* **Saved entries**:
+---+
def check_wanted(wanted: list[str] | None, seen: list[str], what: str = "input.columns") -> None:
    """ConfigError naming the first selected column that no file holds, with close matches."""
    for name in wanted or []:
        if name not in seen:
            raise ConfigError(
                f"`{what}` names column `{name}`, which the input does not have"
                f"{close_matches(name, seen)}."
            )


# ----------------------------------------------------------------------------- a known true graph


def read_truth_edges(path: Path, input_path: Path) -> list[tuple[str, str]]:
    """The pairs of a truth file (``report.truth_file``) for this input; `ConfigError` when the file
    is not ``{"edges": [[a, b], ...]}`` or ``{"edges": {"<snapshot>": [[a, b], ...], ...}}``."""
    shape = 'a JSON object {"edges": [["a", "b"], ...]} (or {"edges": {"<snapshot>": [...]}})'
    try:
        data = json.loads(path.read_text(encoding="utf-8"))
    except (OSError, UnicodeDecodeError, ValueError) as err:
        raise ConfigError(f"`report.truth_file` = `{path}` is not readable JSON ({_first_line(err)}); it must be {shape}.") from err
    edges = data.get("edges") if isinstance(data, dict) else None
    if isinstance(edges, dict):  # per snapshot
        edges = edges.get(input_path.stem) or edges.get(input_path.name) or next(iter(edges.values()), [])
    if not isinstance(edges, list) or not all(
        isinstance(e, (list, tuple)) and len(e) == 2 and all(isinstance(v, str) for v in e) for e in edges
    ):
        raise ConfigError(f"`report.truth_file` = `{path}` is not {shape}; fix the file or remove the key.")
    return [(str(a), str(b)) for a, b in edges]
+---+
Read through the entries above and copy each line that has the string "report" in it.

    """The pairs of a truth file (``report.truth_file``) for this input; `ConfigError` when the file
        raise ConfigError(f"`report.truth_file` = `{path}` is not readable JSON ({_first_line(err)}); it must be {shape}.") from err
        raise ConfigError(f"`report.truth_file` = `{path}` is not {shape}; fix the file or remove the key.")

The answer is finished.